A short bio: Andrew Chernak was born in 1950, served in Vietnam in 1968 as in infantryman and is a decorated veteran, with 2 Purple Hearts, the Combat infantry Badge and a Bronze Star. His history in the war will follow his career, but on that later. In 1975 he co-founded Grenadier with Ray Rubin and the company would exist till 1996. Some well known sculptors worked for Grenadier, like Bob Naismith, Nick Lund, John Dennett and Julie Guthrie. In 1996 Andrew left the company and focused on his bronze casting, which he still does to this day.
     Andrew Chernak and Ray Rubin

OK, here we go:

On the games he played as a youngster:
"I started with American Heritage Wargames and moved up to Avalon Hill. I also wargamed in miniature with English Civil War and American Civil War in 25mm. With role playing it was good old Dungeons and Dragons and Western Gunfights. Later on, during the Grenadier time, I also discovered Call of Cthulhu. I tried others but always went back to these staples"


On the start:
"I first decided to sculpt miniatures as a hobby after seeing the work of free lance sculptor Lionel Forrest. It struck me as an enjoyable pastime and as I was dating his daughter, I would be able to ask him pointers. I was really inspired by characters from Howard Pyle and N C Wyeth illustrations as well as the works of Kipling and Melville. Toy soldiers were also a passion and I was a miniature figure painter since 12 years old. All in the collectors scale of 54 mm."

Sculpture by Lionel Forrest
Illustration by Howard Pyle

Illustration by NC Wyeth

About Grenadier's first miniatures and how fantasy sculpts became a big deal...

"Grenadiers first releases were pure historic wargaming: The first grenadier release that I sculpted was a Hessian Grenadier. He was the first of an entire line of American Revolution 25mm gaming miniatures. But the fantasy genre seemed like fun in that creativity could outweigh historic accuracy. It also struck me that it, along with the fantasy worlds, role playing had a great future."

Grenadier ad

About those famous box sets, small and large...

"The box sets were my creation through an observation at a very early ORIGINS convention in New York 1977. The first four boxes were in the large box format and were designed for both a balanced collection and a storage/travel box after painting. The first small box, Wizzards was simply my desire to start at the top of the then fantasy food chain. I was really into the Merlin character in the classic King Arthur and his knights written and illustrated by Howard Pyle. Ray painted the box art from the miniatures or by examples of what I wanted and how it needed it to look to match the product. He filled in the rest with his own brand of creativity."


Grenadier Small Box sets


                                                          Image by Santa Cruz Warhammer

"I sculpted in epoxy bond putty which was revolutionary in the casting world. The sculpts took weeks, but could go directly into the final production molds without all the in between steps. Heads could be re-used and modified with little details to make every mini look unique"

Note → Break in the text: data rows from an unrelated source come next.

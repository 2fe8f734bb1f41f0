import { afterAll, describe, expect, test } from 'vitest'
import { readLayout, toEngine } from '@wedgeline/contract'
import { enginePool } from '@/server/workers/engine-pool'
import { demoLayout } from '@/db/seed/demo-layout'
import { checkHere, engineHere } from './check-here'

const pool = enginePool()
afterAll(() => pool.close())

function demo() {
  const read = readLayout(demoLayout())
  if (!read.ok) throw new Error('the demo cannot be read')
  const layout = toEngine(read.layout)
  return { layout, pourIds: layout.pours.map(({ id }) => id) }
}

describe('the engine in a thread', () => {
  test('finds what it finds on the thread of the caller', async () => {
    expect(await pool.check(demo())).toEqual(await checkHere(demo()))
  }, 30_000)

  test('leaves the thread of the caller free meanwhile', async () => {
    let turns = 0
    const ticking = setInterval(() => (turns += 1), 1)
    await Promise.all(Array.from({ length: 8 }, () => pool.check(demo())))
    clearInterval(ticking)
    // Eight checks of the demo take a tenth of a second and more; a blocked thread would not tick at all.
    expect(turns).toBeGreaterThan(5)
  }, 30_000)

  test('a layout that contradicts itself fails that call alone', async () => {
    const { layout, pourIds } = demo()
    await expect(pool.check({ layout: { ...layout, edgeLines: [] }, pourIds })).rejects.toThrow()
    expect(await pool.check({ layout, pourIds: [] })).toEqual([])
  }, 30_000)

  test('schedules and writes the workbook that it writes on the thread of the caller', async () => {
    const { layout, pourIds } = demo()
    const pourId = pourIds.at(-1) ?? ''
    expect(await pool.schedule({ layout, pourId })).toEqual(await engineHere.schedule({ layout, pourId }))
    const about = {
      reference: '26-001-P3',
      preparedBy: 'A. Drafter',
      preparedOn: '2026-01-05',
      preparedAtMs: Date.UTC(2026, 0, 5, 8),
      engineVersion: 'test',
    }
    const there = await pool.writeWorkbook({ layout, pourId, about })
    const here = await engineHere.writeWorkbook({ layout, pourId, about })
    if (!there.isWritten || !here.isWritten) throw new Error('the demo has an error in its schedule')
    expect(Buffer.from(there.bytes).equals(Buffer.from(here.bytes))).toBe(true)
    expect(there.newMarks).toEqual(here.newMarks)
  }, 60_000)
})
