import { toEngine } from '@wedgeline/contract'
import { layoutIndex, wedgesOfEdge, type GapWedge } from '@wedgeline/engine'
import { describe, expect, test } from 'vitest'
import { demoLayout } from '../../db/seed/demo-layout'
import { EXPECTED_OUTLINES, EXPECTED_WEDGES } from './demo-wedges'

const demo = layoutIndex(toEngine(demoLayout()))

function wedgeOf(of: { edgeId: string; after: string | null; before: string | null }): GapWedge {
  const wedge = wedgesOfEdge(demo, of.edgeId).get(`gap:${of.edgeId}:${of.after ?? 'start'}:${of.before ?? 'end'}`)
  if (!wedge) throw new Error(`No gap from ${of.after} to ${of.before} at ${of.edgeId}`)
  return wedge
}

const bySpread = ({ depthBySpread }: GapWedge) => {
  const usual = depthBySpread.find(({ angle }) => Math.abs(angle - Math.PI / 4) < 1e-9)
  const ofBasis = depthBySpread.find(({ angle }) => Math.abs(Math.tan(angle) - 2 / 3) < 1e-9)
  if (!usual || !ofBasis) throw new Error('Both spreads are shown')
  return [usual, ofBasis] as const
}

describe('edge wedges of the podium (drawn up with it, all tendons stressed)', () => {
  test.each(EXPECTED_WEDGES)('$edgeId, $after to $before: $depths', (expected) => {
    const [usual, ofBasis] = bySpread(wedgeOf(expected))
    const depths = [usual, ofBasis].flatMap((one) => [one.depthFromBulbs, one.depthFromBond ?? one.depthFromBulbs])
    const areas = [usual, ofBasis].flatMap((one) => [one.areaFromBulbs, one.areaFromBond ?? one.areaFromBulbs])
    for (const [i, depth] of expected.depths.entries())
      expect(Math.abs((depths[i] ?? NaN) - depth)).toBeLessThanOrEqual(1)
    for (const [i, area] of expected.areas.entries()) {
      expect(Math.abs((areas[i] ?? NaN) / 1e6 - area)).toBeLessThanOrEqual(0.001)
    }
  })
})
describe('their outlines in plan, corner by corner (drawn up with it)', () => {
  const withSpread = (spread: '45' | 'EN') => {
    const layout = toEngine(demoLayout())
    const wedgeSpread = spread === '45' ? Math.PI / 4 : Math.atan(2 / 3)
    return layoutIndex({ ...layout, job: { ...layout.job, settings: { ...layout.job.settings, wedgeSpread } } })
  }
  const bySetting = { '45': withSpread('45'), EN: withSpread('EN') }

  test.each(EXPECTED_OUTLINES)(
    '$edgeId, $after to $before at $spread',
    ({ edgeId, after, before, spread, corners }) => {
      const index = bySetting[spread]
      const frame = index.frames.get(edgeId)
      const wedge = wedgesOfEdge(index, edgeId).get(`gap:${edgeId}:${after}:${before ?? 'end'}`)
      const outline = (wedge?.polygons[0] ?? []).flatMap(({ chainage, depth }) => frame?.pointAt(chainage, depth) ?? [])
      expect(outline).toHaveLength(corners.length)
      for (const [x, y] of corners) {
        const nearest = Math.min(...outline.map((point) => Math.hypot(point.x - x, point.y - y)))
        expect(nearest).toBeLessThanOrEqual(1)
      }
    },
  )
})
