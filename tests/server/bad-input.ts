import fc from 'fast-check'

/** Values that people, spreadsheets and attackers put where something else belongs. */
const ODD: readonly unknown[] = [
  ...[null, undefined, true, false, 0, -0, -1, 1.5, NaN, Infinity, -Infinity, 1e308, -1e308, 5e-324, 2 ** 53],
  ...[
    '',
    ' ',
    '0',
    '1,5',
    '1.2 m',
    '١٢٣',
    'NaN',
    '=1+1',
    '@SUM(A1)',
    '+cmd',
    "' or 1=1 --",
    '"; drop table person; --',
  ],
  ...[
    '<script>',
    '../../etc/passwd',
    '\u0000',
    '\ud800',
    '\u202e',
    'é',
    'e\u0301',
    '\ufeff',
    '😀',
    'x'.repeat(100_000),
  ],
  ...[[], {}, [[]], [null], { length: 1 }, { toString: 'x' }, JSON.parse('{"__proto__": {"admin": true}}')],
  ...[{ constructor: { prototype: {} } }, new Date(0), /x/, new Map([['a', 1]]), () => 'x', Symbol('x')],
]
const oddValue = fc.oneof(
  fc.constantFrom(...ODD),
  fc.anything({ maxDepth: 2 }),
  fc.string({ unit: 'binary', maxLength: 80 }),
)

type Path = readonly (string | number)[]

/** Every place in a value, the whole of it first. */
function pathsOf(value: unknown, at: Path = []): Path[] {
  if (typeof value !== 'object' || value === null) return [at]
  return [at, ...Object.entries(value).flatMap(([key, inner]) => pathsOf(inner, [...at, key]))]
}

function replaced(value: unknown, path: Path, odd: unknown): unknown {
  const [key, ...rest] = path
  if (key === undefined) return odd
  const inner = value as Record<string, unknown>
  const after = replaced(inner[key], rest, odd)
  return Array.isArray(value)
    ? (value as unknown[]).map((item, at) => (String(at) === key ? after : item))
    : { ...inner, [key]: after }
}

function without(value: unknown, path: Path): unknown {
  const [key, ...rest] = path
  if (key === undefined) return undefined
  const inner = value as Record<string, unknown>
  if (rest.length > 0) return replaced(value, [key], without(inner[key], rest))
  if (Array.isArray(value)) return value.filter((_, at) => String(at) !== key)
  return Object.fromEntries(Object.entries(inner).filter(([name]) => name !== key))
}

/** Inputs near a valid one: a value or two of it odd, missing, or beside a key that does not belong; or anything at all. */
export function badInputs(valid: unknown): fc.Arbitrary<unknown> {
  const paths = fc.constantFrom(...pathsOf(valid))
  const oneOdd = fc.tuple(paths, oddValue).map(([path, odd]) => replaced(valid, path, odd))
  const oneMissing = paths.map((path) => without(valid, path))
  const oneMore = fc
    .tuple(fc.constantFrom('companyId', 'personId', 'admin', '__proto__', 'constructor', 'surprise'), oddValue)
    .map(([key, odd]) => Object.defineProperty({ ...(valid as object) }, key, { value: odd, enumerable: true }))
  return fc.oneof({ weight: 5, arbitrary: oneOdd }, { weight: 2, arbitrary: oneMissing }, oneMore, oddValue)
}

                                              Images by Santa Cruz Warhammer
About changing course and going big...

"The change to large bronze pieces in the fine arts world was something I always wanted but couldn't achieve while being saddled with the administration duties of Grenadier and Canterbury Pewter which was the actual company name with Grenadier as an arm of that company. I focused on military history subjects as I was a living part of it and I could create memorials to those who made the ultimate sacrifice."


 "I am a private person and rarely show up for unveilings of my own work, many of which are in prestigious places like Arlington national cemetery, US Army Engineers school, inside city halls, on the grounds of a State Capitol, US Army War College, and West Point. to name a few of my favorites."
Gold Star Mother, New Hampshire

"I have never been much for personal accolades. I am happy to see that my old Grenadier pieces are appreciated and that collectors get what we were all about, but in the end the bronze will outlive us all by many many generations."
Images by Santa Cruz Warhammer

"I have no original grenadier works in the house anymore, but do have family and friends who collect or play and I am always happy to answer their questions. Thank you for your interest in my thoughts but thank you more for the service and efforts you expend on others whom love miniatures and gaming!!!"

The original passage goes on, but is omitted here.